Plants and animals depend on each other for food.
Also, when plants and animals die their bodies are rotted by bacteria to be used by simple plants and animals again.
You can think of the food chains usually or by particular examples.
An example of a food chain is seaweed is eaten by a shellfish is eaten by a fish is eaten by a bird.
Seaweed --> Shellfish --> Fish --> Bird.
When each of these animals dies, the material in their bodies decomposes and can be used by the seaweed again.
However, if you eat all the shellfish or fish then the food chain is broken.
Usually plants are eaten by animals are eaten by larger animals are eaten by larger animals.
If ">>" means "is eaten by", you can show a food chain as: plants >> small fish >> big fish >> shark >> man
If we kill all the animals or plants in any step of the food chain then the food chain is broken and all the living things in the food chain
are affected.
1. Give examples of living things in the sea eating other living things, e.g. smaller fish eaten by sharks.
Write all the examples on the chalk board.
So far you have steps in the food chain, tell the children to tell you a third or fourth step, e.g. seaweed, fish, shark, man.
2. Can you make different food chains?
Can you make food chains with many steps?
Try this with the children and write the steps on the chalk board.
3. What is passed along the food chain? [The material in the bodies of the plant and animals.]
What happens to the materials when the plants or animals die and are not eaten? [They rot.]
Is the material of their bodies lost from the food chain? [No, simple plants and animals can use it again.]
4. Show the general food chain.
Plants fish one fish two shark
5. The dotted lines show the bodies of dead plants and animals made rotten by bacteria then used by plants again.
What would happen if you caught all the fish? [There would be no food for fish two and later no food for the sharks.
The food chain would be broken.]
6. Name any kinds of animals or plants in the sea that could be wiped out by too much fishing or hunting.
How many animals of the sea should you catch? [Catch some, but do not catch so many to break the food chain.]
7. Discussion with an old fisherman or fisheries officer on whether there are as many fish now as before.
Are some food chains already broken?

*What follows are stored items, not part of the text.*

/** Perceptually ordered colour scale (viridis, nine anchors, linear between them). */
const SCALE = ["#440154", "#472d7b", "#3b528b", "#2c728e", "#21918c", "#28ae80", "#5ec962", "#addc30", "#fde725"];
export function scaleColour(t: number): string {
  const u = Math.min(Math.max(t, 0), 1) * (SCALE.length - 1);
  const i = Math.min(Math.floor(u), SCALE.length - 2);
  const f = u - i;
  const a = SCALE[i];
  const b = SCALE[i + 1];
  let out = "#";
  for (let k = 1; k < 7; k += 2) {
    const c = Math.round(parseInt(a.slice(k, k + 2), 16) * (1 - f) + parseInt(b.slice(k, k + 2), 16) * f);
    out += c.toString(16).padStart(2, "0");
  }
  return out;
}

export function mountStudy(root: HTMLElement, host: StudyHost): void {
  // ----- optimum -------------------------------------------------------------------------
  const optTau = num("1000", "optimum-tau");
  const optRounds = num("", "optimum-rounds");
  const optRun = button("Find the optimum");
  const optCancel = button("Cancel");
  optCancel.hidden = true;
  const optProgress = h("progress", { attrs: { "aria-label": "optimum search" } });
  optProgress.hidden = true;
  const optErr = h("div", { class: "study-error", attrs: { role: "alert" } });
  const optOut = h("div", { class: "study-optimum", attrs: { "aria-live": "polite" } });
  root.append(
    h("h3", { text: "Optimum probe time (selected design)" }),
    h("div", { class: "study-row" }, field("at τ (s)", optTau), field("detection rounds up to (optional)", optRounds), optRun, optCancel, optProgress),
    optErr,
    optOut,
  );
  optRun.addEventListener("click", () => {
    const slot = host.selected();
    if (!slot) return;
    const problems: Problem[] = [];
    const tau = read(optTau, "tau_s", problems);
    const rounds = optRounds.value.trim() === "" ? null : read(optRounds, "max_rounds", problems, true);
    showProblems(optErr, problems);
    if (problems.length > 0) return;
    // In the worker: a search over many detection rounds takes seconds.
    const design = structuredClone(slot.design);
    void background(optRun, optCancel, optProgress, optErr, "optimum", { design, request: { tau_s: tau, max_rounds: rounds } }, 1, (r) => showOptimum(slot, r as cw.Optimum));
  });
  const showOptimum = (slot: Slot, o: cw.Optimum): void => {
    clear(optErr);
    clear(optOut);
    const dl = h("dl", { class: "study-facts" });
    const row = (term: string, fill: (dd: HTMLElement) => void, key: string): void => {
      const dd = h("dd", { data: { key } });
      fill(dd);
      dl.append(h("dt", { text: term }), dd);
    };
    row(o.probe_shape === "ramsey_free_time" ? "best free-evolution time" : "best pulse time", (dd) => appendNumber(dd, o.probe_time_s, 4, "s"), "probe");
    if (o.per_rounds.length > 0) row("detection rounds", (dd) => dd.append(String(o.rounds)), "rounds");
    row(`σ_y at τ = ${numberText(o.tau_s)} s`, (dd) => appendNumber(dd, o.sigma, 4), "sigma");
    row("set by", (dd) => dd.append(o.mechanism.replace(/_/g, " ").replace("dick", "Dick")), "mechanism");
    row("searched", (dd) => {
      appendNumber(dd, o.range_s[0], 3, "s");
      dd.append(" to ");
      appendNumber(dd, o.range_s[1], 3, "s");
      dd.append(o.at_range_end ? ` (optimum at the range end: ${o.range_end.replace(/_/g, " ")})` : ` (range ends at the ${o.range_end.replace(/_/g, " ")})`);
    }, "range");
    const apply = button(`Apply to “${slot.design.name || "(unnamed)"}”`);
    apply.addEventListener("click", () => {
      if (host.slots().includes(slot)) host.apply(slot, structuredClone(o.design));
      apply.disabled = true;
      apply.textContent = "Applied";
    });
    optOut.append(dl, h("p", { text: o.explanation }), apply);
  };

  // ----- sweeps and maps -----------------------------------------------------------------
  const axis = (name: string): { path: HTMLSelectElement; from: HTMLInputElement; to: HTMLInputElement; points: HTMLInputElement; spacing: HTMLSelectElement; row: HTMLElement } => {
    const path = h("select", { attrs: { name: `${name}-path` } });
    const from = num("1", `${name}-from`);
    const to = num("20", `${name}-to`);
    const points = num("20", `${name}-points`);
    const spacing = choice(`${name}-spacing`, [["linear", "linear"], ["log", "log"]]);
    const row = h("div", { class: "study-row" }, field(`${name} field`, path), field("from", from), field("to", to), field("points", points), field("spacing", spacing));
    return { path, from, to, points, spacing, row };
  };
  const x = axis("x");
  const y = axis("y");
  y.from.value = "1";
  y.to.value = "100";
  y.points.value = "12";
  y.spacing.value = "log";
  const useMap = h("input", { attrs: { type: "checkbox", name: "map" } });
  const output = choice("output", [
    ["sigma_at", "σ_y at τ"],
    ["sigma_1s_equivalent", "1-s-equivalent white level"],
    ["time_to_target", "time to target"],
    ["dick_share", "Dick share at 1 s"],
    ["dick_1s", "Dick effect at 1 s"],
    ["projection_1s", "projection noise at 1 s"],
    ["probe_phase_rms_rad", "probe phase (rad rms)"],
    ["cycle_time_s", "cycle time"],
  ]);
  const param = num("1000", "output-param");
  const paramLabel = field("τ (s)", param);
  const sweepRun = button("Run");
  const sweepCancel = button("Cancel");
  sweepCancel.hidden = true;
  const progress = h("progress", { attrs: { max: "1", value: "0", "aria-label": "map progress" } });
  progress.hidden = true;
  const sweepErr = h("div", { class: "study-error", attrs: { role: "alert" } });
  const sweepOut = h("div", { class: "study-plot", attrs: { "aria-live": "polite" } });
  y.row.hidden = true;
  root.append(
    h("h3", { text: "Sweeps and maps" }),
    x.row,
    h("div", { class: "study-row" }, h("label", { class: "study-check" }, useMap, " map over a second field (selected design)")),
    y.row,
    h("div", { class: "study-row" }, field("output", output), paramLabel, sweepRun, sweepCancel, progress),
    sweepErr,
    sweepOut,
  );
  const fillPaths = (): void => {
    const sel = host.selected();
    const paths = sel ? numericPaths(sel.design) : [];
    for (const [el, want] of [[x.path, "atoms.count"], [y.path, "lock.attack_time_s"], [bandPath, "atoms.count"]] as const) {
      const keep = el.value || want;
      if (el.options.length === paths.length && [...el.options].every((o, i) => o.value === paths[i])) continue;
      clear(el);
      for (const p of paths) el.append(h("option", { text: p, attrs: { value: p } }));
      el.value = paths.includes(keep) ? keep : (paths[0] ?? "");
    }
  };
  useMap.addEventListener("change", () => (y.row.hidden = !useMap.checked));
  output.addEventListener("change", () => {
    const k = output.value;
    paramLabel.hidden = k !== "sigma_at" && k !== "time_to_target";
    paramLabel.querySelector("span")!.textContent = k === "time_to_target" ? "target" : "τ (s)";
    param.value = k === "time_to_target" ? "1e-18" : "1000";
  });
  const readAxis = (a: typeof x, name: string, problems: Problem[]): cw.Axis => ({
    path: a.path.value,
    from: read(a.from, `${name}.from`, problems),
    to: read(a.to, `${name}.to`, problems),
    points: read(a.points, `${name}.points`, problems, true),
    spacing: a.spacing.value as cw.Spacing,
  });
  const readOutput = (problems: Problem[]): cw.Output => {
    const k = output.value;
    if (k === "sigma_at") return { kind: "sigma_at", tau_s: read(param, "output.tau_s", problems) };
    if (k === "time_to_target") return { kind: "time_to_target", target: read(param, "output.target", problems) };
    return { kind: k } as cw.Output;
  };
  sweepCancel.addEventListener("click", () => jobs().cancel());
  sweepRun.addEventListener("click", () => {
    const problems: Problem[] = [];
    const request: cw.GridRequest = { x: readAxis(x, "x", problems), output: readOutput(problems) };
    if (useMap.checked) request.y = readAxis(y, "y", problems);
    showProblems(sweepErr, problems);
    if (problems.length > 0) return;
    const slots = host.slots();
    if (!request.y && request.x.points * slots.length > SYNC_SWEEP_MAX) {
      if (!checked(sweepErr, () => new cw.MapRun(slots.map((s) => s.design), request).free())) return;
      void background(sweepRun, sweepCancel, progress, sweepErr, "map", { designs: slots.map((s) => s.design), request }, MAP_CHUNK, (r) => drawSweep(sweepOut, r as cw.GridResult, slots));
      return;
    }
    if (!request.y) {
      try {
        performance.mark("cw-sweep-start");
        const r = cw.sweep(slots.map((s) => s.design), request);
        performance.mark("cw-sweep-computed");
        drawSweep(sweepOut, r, slots);
        performance.measure("cw-sweep", "cw-sweep-start");
        performance.measure("cw-sweep-engine", "cw-sweep-start", "cw-sweep-computed");
      } catch (err) {
        showProblems(sweepErr, problemsOf(err));
      }
      return;
    }
    const sel = host.selected();
    if (!sel) return;
    // Check the request at once so a bad field shows without starting the worker.
    if (!checked(sweepErr, () => new cw.MapRun([sel.design], request).free())) return;
    void background(sweepRun, sweepCancel, progress, sweepErr, "map", { designs: [sel.design], request }, MAP_CHUNK, (r) => drawMap(sweepOut, r as cw.GridResult, request.x.spacing === "log", request.y?.spacing === "log"));
  });

  // ----- bands ---------------------------------------------------------------------------
  const bandPath = h("select", { attrs: { name: "band-path" } });
  const dist = choice("distribution", [["uniform", "uniform (low, high)"], ["log_uniform", "log-uniform (low, high)"], ["normal", "normal (mean, sd)"], ["log_normal", "log-normal (median, σ ln)"]]);
  const pa = num("1", "band-a");
  const pb = num("3", "band-b");
  const samples = num("200", "band-samples");
  const bandRun = button("Run");
  const bandCancel = button("Cancel");
  bandCancel.hidden = true;
  const bandProgress = h("progress", { attrs: { max: "1", value: "0", "aria-label": "band progress" } });
  bandProgress.hidden = true;
  const bandErr = h("div", { class: "study-error", attrs: { role: "alert" } });
  const bandOut = h("div", { class: "study-plot", attrs: { "aria-live": "polite" } });
  root.append(
    h("h3", { text: "Uncertainty bands (selected design)" }),
    h("div", { class: "study-row" }, field("uncertain field", bandPath), field("distribution", dist), field("first", pa), field("second", pb), field("samples", samples), bandRun, bandCancel, bandProgress),
    bandErr,
    bandOut,
  );
  bandCancel.addEventListener("click", () => jobs().cancel());
  bandRun.addEventListener("click", () => {
    const sel = host.selected();
    if (!sel) return;
    const problems: Problem[] = [];
    const a = read(pa, "uncertain[0].distribution", problems);
    const b = read(pb, "uncertain[0].distribution", problems);
    const n = read(samples, "samples", problems, true);
    showProblems(bandErr, problems);
    if (problems.length > 0) return;
    const k = dist.value;
    const distribution: cw.Distribution =
      k === "normal" ? { kind: "normal", mean: a, sd: b } : k === "log_normal" ? { kind: "log_normal", median: a, sigma_ln: b } : { kind: k as "uniform" | "log_uniform", low: a, high: b };
    const request: cw.BandRequest = { uncertain: [{ path: bandPath.value, distribution }], samples: n, quantiles: [0.16, 0.5, 0.84] };
    if (!checked(bandErr, () => new cw.BandRun(sel.design, request).free())) return;
    const colour = sel.colour;
    void background(bandRun, bandCancel, bandProgress, bandErr, "bands", { design: sel.design, request }, BAND_CHUNK, (r) => drawBands(bandOut, r as cw.BandResult, colour, sel.design.name));
  });

  root.addEventListener("focusin", fillPaths);
  root.addEventListener("pointerenter", fillPaths);
  fillPaths();
}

Visits to agricultural departments (fishery section) can help us to find out more about this.

5.08 Water wheel
See diagram 9.2.1: Water wheel
See diagram 4.199: Overshot water wheel
A water wheel is a source of hydroelectric power.
Teach the children to make a water wheel and show how moving water can turn a wheel.
Use water, hose, or water in a bucket.
The wheel can be made in any of the following ways:
1.1 Use thin bamboo, with thin pieces of tin or cardboard for the blades and a smooth stick for an axle.
1.2 Use pawpaw stalks instead of bamboo with a smooth stick for an axle.
1.3 Cut a small square of coconut husk.
Make a hole in the middle with a hot nail.
Push the pieces of tin in the sides.
Let it spin on the nail or a smooth stick.
1.4 Cut a round piece of paper or taro stem.
Stick very stiff leaves round the edge.
Spin on a smooth stick.
1.5 Stick Plasticine (modelling clay) around a piece of bamboo.
Stick cardboard or tin pieces in the Plasticine.
Spin on a smooth stick.
1.6 Use an empty cotton reel and tin sheets.
Spin on a nail.
1. Give out the materials and show how to make their water wheels.
2. Put the wheel in running water under a tap or by pouring water over it.
What happens? [The wheel turns when the water hits the blades.]
Increase the speed of the water.
What happens to the water wheel? [It turns faster.]
3. What happens when the wheel is placed in running water. [It turns or spins.]
What happens if you increase the speed of the water? [The wheel turns faster.]
How can you increase the speed of the water? [By opening the tap more, by making the water fall further.]
4. Collect the water wheels and keep them for the lesson on Steam Wheels.
5. Water wheels are used to generate hydroelectricity.
the electrical generator is often placed at the bottom of a water fall and water is lead to it in a pipe from the top of the waterfall.

5.09 Steam wheel
See diagram 9.2.1: Steam wheel
Teach the children to show that steam can turn wheels.
Use water wheels from previous lesson on water wheels.
Cans with tight fitting lids with a small hole in the lid.
Burners, heating stand and water. Make the holes in the tin lids with a nail.
Do not put too much water in the tin as it will take too long to boil and produce steam.
About four cm should be enough.
1. Give out the materials and tell the children to pour water into the can and then fit the lid on tightly.
Place the can of water on a heating stand.
Light the burner and heat the water.
2. When the water is boiling tell the children what is coming out of the hole in the tin lid. [Steam.]
3. Take it in turns to hold your water wheel over the hole in the lid as shown in the diagram.
4. What happens? [The wheel turns.]
5. What is formed when water boils? [Steam.]
What causes the wheel to turn? [Steam.]
Which can turn a wheel faster, water or steam? [Steam.]
6. The wheels of a steam engine are turned by steam.
Steam engines are used to make electricity, drive trains and boats.
Wood or coal is burnt to heat water to produce the steam.
Steam boats and trains are not common now.
However, in many countries most of the electricity is made from burning coal in steam engines that turn on electric generators.
7. Draw pictures of steam engines used in boats, trains and power stations.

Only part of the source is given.